她的下体还在隐隐发胀——不是疼痛,是高潮后阴道内壁残留的饱胀感,穴口微微翕动,好像在回味白天被反复操弄的感觉。
她轻轻翻了个身,面朝张大壮。
月光正好落在他赤裸的胸膛上,她能看到他锁骨那道被野猪獠牙划出的旧疤,在银光下泛着暗红色的光泽。
她看着那道疤,忽然想起师父说过的一句话——“等你知道了,再回来忘掉。”她正在知。
离“忘掉”还远,但她正在知。
而且她知得越多,功法就越强。
这就够了。
第二天她被操了三次。
第一次是早上,张大壮让她骑在他身上。
她跨坐在他腰上,双腿分开跪在草席上,小腿夹着他的胯骨两侧,大腿内侧的肌肉绷得笔直。

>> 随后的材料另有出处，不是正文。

"""The cell-series store: each grid cell's whole series, kept on disk by grid identity and cell.

The first request on a file-backed grid reads each needed cell's whole series once
(:mod:`envlink.extract.reader`) and keeps it here; any later request on those cells
(another window, statistic, baseline, lag, threshold or spatial rule, more rows at
the same cells) reads the store instead of the grid. It is keyed by the grid, not by
the request:

- **Where.** ``$ENVLINK_CACHE/cells`` (``cache_dir=`` in Python, ``[project]
  cache_dir`` in a project file), else ``$XDG_CACHE_HOME/envlink/cells``, else
  ``~/.cache/envlink/cells``. Never inside the installed package.
- **Key.** One folder per grid: a SHA-256 over the grid's identity (its files' paths,
  sizes, modification times and content hashes, the variable and its attributes:
  ``attrs["envlink_identity"]``), its normalised shape, dtype, attributes and
  coordinates, and the source of envlink's decoding code. A file changed under the
  same name has another identity, so it gets a new folder, and the folder of its old
  contents is removed. Grids held only in memory (no file) are not stored.
- **Files.** Immutable segments (:mod:`envlink.extract.segments`), each the sorted
  cells, the cells known to hold no data, and their series (float32 or float64 as
  read), memory-mapped on use; written to a temporary file and renamed, so a run
  killed mid-write leaves a whole segment or none, and two runs at once at worst
  write the same cells twice. More than :data:`~envlink.extract.storefiles.MAX_SEGMENTS`
  segments of one grid are merged into one.
- **Size.** At most ``$ENVLINK_STORE_MAX`` bytes in all (default 2 GiB; ``500M``,
  ``4G``... ; ``0`` turns storing off): after each write the least recently used
  segments (a run touches those it reads) are removed until it fits.

The store never fails a run: a folder that cannot be written gives a
:class:`~envlink.errors.CacheWarning` and the values are computed without it; a
damaged segment is removed and its cells read from the grid again.
"""

from __future__ import annotations

import datetime as _dt
import hashlib
import json
import os
import re
import shutil
import warnings
from collections.abc import Callable, Iterable
from pathlib import Path
from typing import Any

import numpy as np
import xarray as xr

from envlink.errors import CacheWarning, user_stacklevel
from envlink.extract.segments import Segment, read_segment, write_segment
from envlink.extract.storefiles import (
    GRID_FILE,
    MAX_SEGMENTS,
    compact,
    evict,
    remove_stale,
    segment_files,
)

__all__ = ["GridStore", "cache_root", "store_root", "store_limit", "grid_key", "decoding_code_hash",
           "decoding_files", "DEFAULT_LIMIT", "FORMAT"]

#: Layout version of the store (part of every key).
FORMAT = 1
#: Default size limit of the whole store, bytes (2 GiB).
DEFAULT_LIMIT = 2 * 2**30
_UNITS = {"": 1, "b": 1, "k": 2**10, "kb": 2**10, "kib": 2**10, "m": 2**20, "mb": 2**20, "mib": 2**20,
          "g": 2**30, "gb": 2**30, "gib": 2**30, "t": 2**40, "tb": 2**40, "tib": 2**40}


def cache_root(cache_dir: str | os.PathLike[str] | None = None) -> Path:
    """envlink's cache folder: ``cache_dir``, else ``$ENVLINK_CACHE``, else the user's cache.

    The user's cache is ``$XDG_CACHE_HOME/envlink``, else ``~/.cache/envlink``.

    Examples
    --------
    >>> cache_root("/tmp/somewhere").as_posix()
    '/tmp/somewhere'
    """
    if cache_dir is not None:
        return Path(cache_dir)
    env = os.environ.get("ENVLINK_CACHE")
    if env:
        return Path(env)
    base = os.environ.get("XDG_CACHE_HOME")
    return (Path(base) if base else Path.home() / ".cache") / "envlink"


def store_root(cache_dir: str | os.PathLike[str] | None = None) -> Path:
    """The cell-series store's folder: ``cells`` in :func:`cache_root`."""
    return cache_root(cache_dir) / "cells"


def store_limit(text: str | None = None) -> int:
    """The store's size limit in bytes from ``$ENVLINK_STORE_MAX`` (or ``text``); default 2 GiB.

    Examples
    --------
    >>> store_limit("500M"), store_limit("1.5 GiB"), store_limit("0")
    (524288000, 1610612736, 0)
    """
    text = os.environ.get("ENVLINK_STORE_MAX") if text is None else text
    if text is None or not text.strip():
        return DEFAULT_LIMIT
    m = re.fullmatch(r"\s*(\d+(?:\.\d*)?)\s*([a-zA-Z]*)\s*", text)
    if not m or m.group(2).lower() not in _UNITS:
        warnings.warn(f"ENVLINK_STORE_MAX={text!r} is not a size such as '2G' or '500M'; the default 2G is used.",
                      CacheWarning, stacklevel=user_stacklevel())
        return DEFAULT_LIMIT
    return int(float(m.group(1)) * _UNITS[m.group(2).lower()])


_CODE_HASH: str | None = None


def decoding_code_hash() -> str:
    """SHA-256 over the source of the code that turns files into stored series (once per process).

    The files are :func:`envlink.extract.codehash.decoding_files`: the grid reading
    (:mod:`envlink.grids.open` and what it imports in ``envlink/grids``,
    ``envlink/core``, ``envlink/errors.py``, ``envlink/geo.py``), the cell reader and
    the store's own modules, so series stored by other decoding code are not served
    after it changes (a new statistic or window keeps them).

    Examples
    --------
    >>> len(decoding_code_hash())
    64
    """
    global _CODE_HASH
    if _CODE_HASH is None:
        from envlink.extract.codehash import source_hash

        _CODE_HASH = source_hash(decoding_files())
    return _CODE_HASH


def decoding_files() -> list[Path]:
    """The source files :func:`decoding_code_hash` reads, sorted by their path in the package."""
    from envlink.extract.codehash import decoding_files as files

    return files()


def _identity(grid: xr.DataArray) -> dict[str, Any] | None:
    try:
        ident = json.loads(str(grid.attrs.get("envlink_identity") or "null"))
    except ValueError:
        return None
    return ident if isinstance(ident, dict) and ident.get("files") else None


def _coord_bytes(values: np.ndarray) -> bytes:
    v = np.asarray(values)
    if v.dtype.kind in "mM":
        v = v.astype("datetime64[ns]").view(np.int64) if v.dtype.kind == "M" else v.view(np.int64)
    elif v.dtype.kind == "O":
        v = v.astype(str)
    return np.ascontiguousarray(v).tobytes() + str(v.dtype).encode()


def grid_key(grid: xr.DataArray) -> str | None:
    """The store key of a grid (hex), or None for a grid without files (held in memory)."""
    ident = _identity(grid)
    if ident is None:
        return None
    h = hashlib.sha256(f"envlink cell store {FORMAT}\n".encode())
    h.update(str(grid.attrs["envlink_identity"]).encode())
    attrs = {k: str(v) for k, v in grid.attrs.items() if k not in ("envlink_identity", "envlink_storage")}
    h.update(json.dumps(attrs, sort_keys=True).encode())
    h.update(repr((grid.name, tuple(grid.dims), tuple(grid.shape), str(grid.dtype))).encode())
    for name in sorted(str(c) for c in grid.coords):
        h.update(name.encode() + b"\0" + _coord_bytes(grid[name].values))
    h.update(decoding_code_hash().encode())
    return h.hexdigest()[:40]


def _meta(grid: xr.DataArray, key: str) -> dict[str, Any]:
    ident = _identity(grid) or {}
    files = [{k: f.get(k) for k in ("path", "size", "mtime", "sha256")} for f in ident.get("files", [])
             if isinstance(f, dict)]
    span: list[str] = []
    if "time" in grid.coords and grid.sizes.get("time", 0):
        t = grid["time"].values
        span = [str(t[0])[:10], str(t[-1])[:10]]
    return {"format": FORMAT, "key": key, "variable": str(grid.attrs.get("envlink_variable", grid.name)),
            "files": files, "shape": list(grid.shape), "dims": list(grid.dims), "dtype": str(grid.dtype),
            "time_span": span, "created": _dt.datetime.now(_dt.UTC).isoformat(timespec="seconds")}


class GridStore:
    """The store of one grid: its segments, looked up by cell; new series added as segments.

    Build it with :meth:`for_grid`; the segments present then are the ones it serves
    (a run does not see segments other runs write meanwhile).
    """

    def __init__(self, root: Path, key: str, meta: dict[str, Any], limit: int) -> None:
        self.root, self.key, self.meta, self.limit = root, key, meta, limit
        self.folder = root / key
        self.segments: list[Segment] = []
        self._touched: set[Path] = set()
        self._load()

    @classmethod
    def for_grid(cls, grid: xr.DataArray, cache_dir: str | os.PathLike[str] | None = None) -> GridStore | None:
        """The store of ``grid`` under ``cache_dir`` (see :func:`store_root`); None for in-memory grids."""
        key = grid_key(grid)
        if key is None:
            return None
        return cls(store_root(cache_dir), key, _meta(grid, key), store_limit())

    def _load(self) -> None:
        if not self.folder.is_dir():
            return
        remove_stale(self.folder)
        for e in segment_files(self.folder):
            try:
                seg = read_segment(Path(e.path))
            except OSError:  # removed by another run meanwhile
                continue
            if seg is None:  # damaged: repair by removing it; its cells are read again
                Path(e.path).unlink(missing_ok=True)
                continue
            self.segments.append(seg)

    @property
    def known_empty(self) -> np.ndarray:
        """Cells known to hold no data at any time step (sorted)."""
        parts = [s.empty for s in self.segments if s.empty.size]
        return np.unique(np.concatenate(parts)) if parts else np.array([], dtype=np.int64)

    def lookup(self, cells: np.ndarray) -> list[tuple[Segment, np.ndarray, np.ndarray]]:
        """Where the store holds ``cells``: (segment, positions in ``cells``, rows in the segment).

        Each cell is found at most once (newest segment first).
        """
        cells = np.asarray(cells, dtype=np.int64)
        left = np.ones(cells.size, dtype=bool)
        out = []
        for seg in reversed(self.segments):
            if not left.any() or seg.cells.size == 0:
                continue
            idx = np.nonzero(left)[0]
            pos = np.minimum(np.searchsorted(seg.cells, cells[idx]), seg.cells.size - 1)
            hit = seg.cells[pos] == cells[idx]
            if hit.any():
                out.append((seg, idx[hit], pos[hit]))
                left[idx[hit]] = False
        return out

    def touch(self, seg: Segment) -> None:
        """Mark a segment used now (least-recently-used eviction), once per run."""
        if seg.path not in self._touched:
            self._touched.add(seg.path)
            try:
                os.utime(seg.path)
            except OSError:
                pass

    def add(self, cells: np.ndarray, empty: np.ndarray, nt: int, dtype: np.dtype,
            blocks: Iterable[np.ndarray] | Callable[[], Iterable[np.ndarray]]) -> str:
        """Store the series of ``cells`` (sorted) and the cells known ``empty`` as a new segment.

        Returns ``"stored"``, ``"over limit"`` (the segment alone exceeds the size limit)
        or ``"not stored"`` (the folder cannot be written: a :class:`CacheWarning`).
        """
        size = 64 + 8 * (cells.size + empty.size) + cells.size * nt * np.dtype(dtype).itemsize
        if size > self.limit:
            return "over limit"
        try:
            self.prepare_folder()
            path = write_segment(self.folder, cells, empty, nt, np.dtype(dtype), blocks)
        except OSError as exc:
            reason = (exc.strerror if exc.strerror else str(exc)) or type(exc).__name__
            warnings.warn(
                f"The cache at {str(self.root.parent)!r} could not be written ({reason}); the cell series were not "
                "cached. Point $ENVLINK_CACHE (or cache_dir=) at a writable folder, or pass --no-cache.",
                CacheWarning, stacklevel=user_stacklevel(),
            )
            return "not stored"
        self.tidy(path)
        return "stored"

    def prepare_folder(self) -> None:
        """Create the grid's folder and ``grid.json``; remove the folders of files changed since."""
        if (self.folder / GRID_FILE).is_file():
            return
        self.folder.mkdir(parents=True, exist_ok=True)
        tmp = self.folder / f".tmp-{os.getpid()}-grid.json"
        tmp.write_text(json.dumps(self.meta, indent=1), encoding="utf-8")
        os.replace(tmp, self.folder / GRID_FILE)
        self._drop_changed_files()

    def _drop_changed_files(self) -> None:
        """Remove the stores of earlier contents of this grid's files (same path, other file)."""
        mine = {f["path"]: f for f in self.meta["files"] if f.get("path")}
        for other in self.root.iterdir():
            if other == self.folder or not (other / GRID_FILE).is_file():
                continue
            try:
                meta = json.loads((other / GRID_FILE).read_text(encoding="utf-8"))
            except (OSError, ValueError):
                continue
            if not isinstance(meta, dict) or meta.get("variable") != self.meta["variable"]:
                continue
            for f in meta.get("files", []):
                now = mine.get(f.get("path")) if isinstance(f, dict) else None
                if now is not None and any(now.get(k) != f.get(k) for k in ("size", "mtime", "sha256")):
                    shutil.rmtree(other, ignore_errors=True)
                    break

    def tidy(self, written: Path | None = None) -> None:
        """Merge many segments into one; keep the whole store under its size limit.

        ``written`` (default: the newest segment) is the last to be evicted.
        """
        try:
            entries = segment_files(self.folder)
            if written is None and entries:
                written = Path(entries[-1].path)
            if len(entries) > MAX_SEGMENTS:
                segs = [s for s in (read_segment(Path(e.path)) for e in entries) if s is not None]
                merged = compact(self.folder, segs)
                written = merged or written
            evict(self.root, self.limit, keep={written} if written is not None else set())
        except OSError:  # another run tidying at once: the next write tries again
            pass

    def __repr__(self) -> str:
        n = sum(s.cells.size for s in self.segments)
        return f"GridStore({self.key[:12]}..., {len(self.segments)} segments, {n} cells)"
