"""Spatial rules: which grid cells (and weights) answer a site.

:class:`GridGeometry` describes the horizontal layout of a normalised grid (regular
lat/lon, curvilinear with 2-D lat/lon, or projected x/y with a CRS) and finds cells
for sites, in float64:

- :meth:`GridGeometry.nearest`: the cell containing the site (regular and projected
  grids, by cell edges) or the nearest centre (curvilinear, KD-tree on unit vectors);
  sites outside the grid get ``-1``, never an edge cell.
- :meth:`GridGeometry.within`: every cell centre within a distance, sorted by distance
  (``nearest-valid`` candidates and ``buffer``).
- :func:`bilinear_cells`: the four neighbours and weights (regular grids; wraps
  across the antimeridian on global grids and on regional grids that cross it).
- :func:`polygon_cells`: cells a polygon overlaps, weighted by the spherical area
  inside the polygon.

Longitudes of a regular grid are handled in its *frame*: the columns in ascending
order of longitude, unwrapped so that a regional grid crossing the antimeridian
(stored in [-180, 180) as -179.5 … -170.5 then 170.5 … 179.5) reads 170.5 … 189.5.
Its cells are contiguous across ±180°, and the longitudes it does not cover stay a
gap: a cell next to a gap ends half its neighbour's step past its centre, never at
the midpoint across the gap.
"""

from __future__ import annotations

import numpy as np
import xarray as xr

from envlink.core.earth import EARTH_RADIUS_KM
from envlink.errors import InputError
from envlink.geo import (
    build_kdtree,
    cell_area_km2,
    cell_edges,
    great_circle_km,
    km_to_chord,
    polygon_area_km2,
    polygon_cell_overlaps,
    unit_vectors,
)


def _cat(xs: list[np.ndarray], dt: type) -> np.ndarray:
    return np.concatenate(xs).astype(dt) if xs else np.array([], dtype=dt)


__all__ = ["GridGeometry", "bilinear_cells", "polygon_cells"]


def _locate_1d(edges: np.ndarray, x: np.ndarray) -> np.ndarray:
    """Index of the cell containing x (ascending edges), -1 outside; float64 ties go up."""
    i = np.searchsorted(edges, x, side="right") - 1
    i = np.where(x == edges[-1], edges.size - 2, i)  # the last edge belongs to the last cell
    return np.where((x < edges[0]) | (x > edges[-1]) | ~np.isfinite(x), -1, i)


class GridGeometry:
    """Horizontal layout of a normalised grid (see :mod:`envlink.testing`).

    Parameters
    ----------
    grid : xarray.DataArray
        A normalised grid; only its coordinates and attributes are read.

    Examples
    --------
    >>> from envlink.testing import make_grid
    >>> g = GridGeometry(make_grid(lat=[0.5, 1.5], lon=[10.5, 11.5], periods=1, seed=0))
    >>> g.kind, g.shape, g.nearest(np.array([1.2]), np.array([10.9]))[0].tolist()
    ('regular', (2, 2), [2])
    """

    def __init__(self, grid: xr.DataArray) -> None:
        dims = tuple(grid.dims)
        if len(dims) != 3 or dims[0] != "time":
            raise InputError(
                f"attach needs a normalised grid with dims (time, lat, lon) or (time, y, x); got {dims}. "
                "Open files with envlink.open_grid."
            )
        self.dims = dims[1:]
        self.shape = (int(grid.sizes[dims[1]]), int(grid.sizes[dims[2]]))
        lat, lon = grid.coords.get("lat"), grid.coords.get("lon")
        self._tree = None
        if self.dims == ("lat", "lon"):
            self.kind = "regular"
            self.lat = np.asarray(grid["lat"].values, dtype=np.float64)
            self.lon = np.asarray(grid["lon"].values, dtype=np.float64)
            self.lat_edges = cell_edges(self.lat)
            step = float(np.median(np.diff(self.lon))) if self.lon.size > 1 else 1.0  # one column: 1° wide (cell_edges)
            self.is_global = bool(grid.attrs.get("envlink_global", self.lon.size * step >= 360.0 - 1e-6))
            self._lon_frame()
        elif lat is not None and lon is not None and lat.ndim == 2:
            self.kind = "curvilinear"
            self.lat2 = np.asarray(lat.values, dtype=np.float64)
            self.lon2 = np.asarray(lon.values, dtype=np.float64)
            self.is_global = False
        elif "crs_wkt" in grid.attrs and "x" in grid.coords and "y" in grid.coords:
            import pyproj

            self.kind = "projected"
            crs = pyproj.CRS.from_wkt(grid.attrs["crs_wkt"])
            self._fwd = pyproj.Transformer.from_crs("EPSG:4326", crs, always_xy=True)
            self._inv = pyproj.Transformer.from_crs(crs, "EPSG:4326", always_xy=True)
            self.x = np.asarray(grid["x"].values, dtype=np.float64)
            self.y = np.asarray(grid["y"].values, dtype=np.float64)
            self._ydesc = self.y.size > 1 and self.y[1] < self.y[0]
            self.x_edges = cell_edges(self.x)
            self.y_edges = cell_edges(self.y[::-1] if self._ydesc else self.y)
            self.is_global = False
        else:
            raise InputError(
                "attach cannot read the grid's horizontal layout: expected 1-D lat/lon, 2-D lat/lon "
                "coordinates, or 1-D x/y with attrs['crs_wkt']."
            )

    def _lon_frame(self) -> None:
        """Columns in the unwrapped frame and their west / east edges (see the module)."""
        c = self.lon
        n = c.size
        perm = np.arange(n)
        u = c.copy()
        d = np.diff(c)
        step = float(np.median(d)) if n > 1 else 1.0
        gaps = np.zeros(max(n - 1, 0), dtype=bool)
        if not self.is_global and n >= 3 and c[0] + 360.0 - c[-1] <= 1.5 * step and np.any(d > 1.5 * step):
            # a regional grid whose centres run on across ±180°: the frame starts after
            # the widest jump, the columns west of it move 360° east
            k = int(np.argmax(d))
            perm = np.concatenate([np.arange(k + 1, n), np.arange(k + 1)])
            u = np.concatenate([c[k + 1 :], c[: k + 1] + 360.0])
            gaps = np.diff(u) > 1.5 * step
        edges = cell_edges(u)
        west, east = edges[:-1].copy(), edges[1:].copy()
        ud = np.diff(u)
        for j in np.nonzero(gaps)[0]:  # the cells on each side of a gap keep their local step
            east[j] = u[j] + 0.5 * (ud[j - 1] if j > 0 else step)
            west[j + 1] = u[j + 1] - 0.5 * (ud[j + 1] if j + 1 < ud.size else step)
        self._perm, self._ulon, self._uwest, self._ueast, self._ugap = perm, u, west, east, gaps
        back = np.empty(n, dtype=np.int64)
        back[perm] = np.arange(n)
        w_phys, e_phys = west[back], east[back]
        shift = np.where(u[back] > c + 180.0, 360.0, 0.0)
        #: per-column west / east edges, degrees, in the grid's own longitudes
        self.lon_west, self.lon_east = w_phys - shift, e_phys - shift
        #: (n + 1) edges: the west edges then the last east edge (shared edges when the
        #: columns are contiguous; use ``lon_west`` / ``lon_east`` across a gap)
        self.lon_edges = np.concatenate([self.lon_west, self.lon_east[-1:]])

    def _frame_pos(self, lon: np.ndarray) -> tuple[np.ndarray, np.ndarray]:
        """Longitudes moved into the frame and the frame column holding each (-1 outside)."""
        w0 = self._uwest[0]
        fin = np.isfinite(lon)
        x = w0 + np.mod(np.where(fin, lon, 0.0) - w0, 360.0)
        p = np.clip(np.searchsorted(self._uwest, x, side="right") - 1, 0, self._ulon.size - 1)
        inside = fin & (True if self.is_global else x <= self._ueast[p])
        return np.where(fin, x, np.nan), np.where(inside, p, -1)

    # -- cell centres -------------------------------------------------------------------
    @property
    def size(self) -> int:
        """Number of horizontal cells."""
        return self.shape[0] * self.shape[1]

    def cell_latlon(self, flat: np.ndarray) -> tuple[np.ndarray, np.ndarray]:
        """Centre latitude and longitude (degrees) of flat cell indices (NaN for -1)."""
        flat = np.asarray(flat, dtype=np.int64)
        good = flat >= 0
        iy, ix = np.divmod(np.where(good, flat, 0), self.shape[1])
        if self.kind == "regular":
            la, lo = self.lat[iy], self.lon[ix]
        elif self.kind == "curvilinear":
            la, lo = self.lat2[iy, ix], self.lon2[iy, ix]
        else:
            lo, la = self._inv.transform(self.x[ix], self.y[iy])
            la, lo = np.asarray(la, dtype=np.float64), np.asarray(lo, dtype=np.float64)
        return np.where(good, la, np.nan), np.where(good, lo, np.nan)

    def _all_latlon(self) -> tuple[np.ndarray, np.ndarray]:
        if self.kind == "regular":
            la, lo = np.meshgrid(self.lat, self.lon, indexing="ij")
            return la, lo
        if self.kind == "curvilinear":
            return self.lat2, self.lon2
        return self.cell_latlon(np.arange(self.size).reshape(self.shape))

    def tree(self):  # noqa: ANN201
        """KD-tree over every cell centre (built once)."""
        if self._tree is None:
            la, lo = self._all_latlon()
            self._tree = build_kdtree(la.ravel(), lo.ravel())
        return self._tree

    def cell_areas(self, flat: np.ndarray) -> np.ndarray:
        """Cell areas in km² (exact spherical on regular grids; equal weights otherwise)."""
        flat = np.asarray(flat, dtype=np.int64)
        if self.kind != "regular":
            return np.ones(flat.shape, dtype=np.float64)
        iy, ix = np.divmod(flat, self.shape[1])
        return cell_area_km2(self.lat_edges[iy], self.lat_edges[iy + 1], (self.lon_east - self.lon_west)[ix])

    # -- rules --------------------------------------------------------------------------
    def nearest(self, lat: np.ndarray, lon: np.ndarray) -> tuple[np.ndarray, np.ndarray]:
        """Flat index of the cell answering each site (-1 outside the grid) and distance km."""
        lat = np.asarray(lat, dtype=np.float64)
        lon = np.asarray(lon, dtype=np.float64)
        ny, nx = self.shape
        if self.kind == "regular":
            iy = _locate_1d(self.lat_edges, lat)
            _, p = self._frame_pos(lon)
            ix = np.where(p >= 0, self._perm[np.maximum(p, 0)], -1)
            flat = np.where((iy >= 0) & (ix >= 0), iy * nx + ix, -1)
        elif self.kind == "projected":
            x, y = self._fwd.transform(lon, lat)
            ix = _locate_1d(self.x_edges, np.asarray(x, dtype=np.float64))
            iy = _locate_1d(self.y_edges, np.asarray(y, dtype=np.float64))
            iy = np.where(iy >= 0, (ny - 1 - iy) if self._ydesc else iy, -1)
            flat = np.where((iy >= 0) & (ix >= 0), iy * nx + ix, -1)
        else:
            tree = self.tree()
            good = np.isfinite(lat) & np.isfinite(lon)
            xyz = unit_vectors(np.where(good, lat, 0.0), np.where(good, lon, 0.0))
            chord, idx = tree.query(xyz)
            # a site farther from its nearest centre than that centre's own spacing is outside
            sp, _ = tree.query(tree.data[idx], k=2)
            flat = np.where(good & (chord <= sp[:, 1] * 1.0 + 1e-12), idx, -1)
        cla, clo = self.cell_latlon(flat)
        return flat.astype(np.int64), great_circle_km(lat, lon, cla, clo)

    def within(
        self, lat: np.ndarray, lon: np.ndarray, km: float
    ) -> tuple[np.ndarray, np.ndarray, np.ndarray]:
        """Cells whose centres lie within ``km`` of each site, sorted by distance.

        Returns CSR arrays ``ptr`` (n + 1), ``cells`` and ``dist_km``.
        """
        lat = np.asarray(lat, dtype=np.float64)
        lon = np.asarray(lon, dtype=np.float64)
        ptr, cells, dists = [0], [], []
        for a, b in zip(lat, lon, strict=True):
            if not (np.isfinite(a) and np.isfinite(b)):
                ptr.append(ptr[-1])
                continue
            if self.kind == "regular":
                c = self._box(a, b, km)
            else:
                c = np.asarray(self.tree().query_ball_point(unit_vectors(a, b), km_to_chord(km) * (1 + 1e-9)), dtype=np.int64)
            cla, clo = self.cell_latlon(c)
            d = great_circle_km(a, b, cla, clo)
            keep = d <= km
            order = np.argsort(d[keep], kind="stable")
            cells.append(c[keep][order])
            dists.append(d[keep][order])
            ptr.append(ptr[-1] + int(keep.sum()))
        return np.asarray(ptr, dtype=np.int64), _cat(cells, np.int64), _cat(dists, np.float64)

    def _box(self, lat: float, lon: float, km: float) -> np.ndarray:
        """Cells that can lie within ``km`` of the site: a latitude band and, per the
        exact spherical bound, the longitudes within asin(sin δ / cos φ) (wrapped)."""
        dlat = np.degrees(km / EARTH_RADIUS_KM)
        iy = np.nonzero(np.abs(self.lat - lat) <= dlat * (1 + 1e-9) + 1e-12)[0]
        if abs(lat) + dlat >= 90.0 - 1e-9:
            dlon = 180.0
        else:
            dlon = float(np.degrees(np.arcsin(min(np.sin(km / EARTH_RADIUS_KM) / np.cos(np.radians(lat)), 1.0))))
        off = np.mod(self.lon - lon + 180.0, 360.0) - 180.0
        ix = np.nonzero(np.abs(off) <= dlon * (1 + 1e-9) + 1e-12)[0]
        return (iy[:, None] * self.shape[1] + ix[None, :]).ravel()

她的屁股悬在他肉棒上方,两只手撑在他胸口那片浓密的黑毛上,手指陷进毛茬里,手心能感觉到毛茬底下粗糙的胸骨和急促的心跳。
他让她自己握着肉棒对准穴口往下坐。
她低头看着那根东西——她的阴道已经装过它好几次,但每次看都觉得它大得离谱,龟头鸭蛋大,茎身青筋盘虬,根部粗得像一截松树桩,上面还沾着昨天操完没洗干净的干涸精斑和汗渍,在晨光下泛着暗沉的油光。
她的手指握住茎身,手指和茎身的色差惊人——手指白得像瓷,茎身黝黑得像炭,一截白瓷捏着一截黑炭,从黑白交界处能清晰看到她手背上的细小青色静脉和他茎身上盘虬的深紫色血管。
她把龟头对准穴口——穴口经过昨天多次操弄已经不再闭拢,微微张着,能看到里面一小圈粉红色的阴道内壁。
她慢慢往下坐,龟头撑开阴唇,挤进阴道口,冠状沟越过穴口那道环状肌时,她的喉咙里发出一声压抑的轻吟。最新?╒地★)址╗ Ltxsdz.€ǒm
肉棒一寸寸没入,茎身上的青筋碾过她阴道内壁的每一道褶皱,那些褶皱在被碾过时轻轻弹跳,像一把被拨动的琴弦。
肉棒整根没入后,她坐实在他胯骨上,耻骨压着耻骨,龟头顶住花芯,花芯被顶得微微凹陷,从宫口溢出一小缕黏稠的宫颈黏液。
她低头看了看自己的小腹——平坦的肚脐下三寸处,隐约能看到一个很浅的隆起,是茎身的轮廓,从肚皮底下顶出来,随着她呼吸的频率轻轻起伏。
“动。”张大壮躺在她身下,双手枕在脑后,一副等着享福的架势,脸上的表情跟躺在树荫下等着吃烤肉一样惬意。
萧曦月开始动。
她学着这两天他操她的节奏,上下起伏,屁股抬起时茎身从阴道里退出,只剩龟头卡在穴口,然后坐下,茎身重新没入,龟头顶到花芯。
动作很生涩,频率不快,偶尔用力不均匀——抬起时抬得太高把整根肉棒都拔了出来,龟头滑出穴口带出一股黏糊糊的淫水溅在他小腹上,她再握住茎身重新对准穴口往下坐。
坐下时又坐得太深太快,龟头猛地撞在花芯上,撞得她自己的腰都软了一下,整个人差点倒在他胸口。
她就这样生涩地、笨拙地在他身上骑了好一阵,慢慢找到了节奏——不是一上一下的固定频率,而是有快有慢有深有浅的自由节奏。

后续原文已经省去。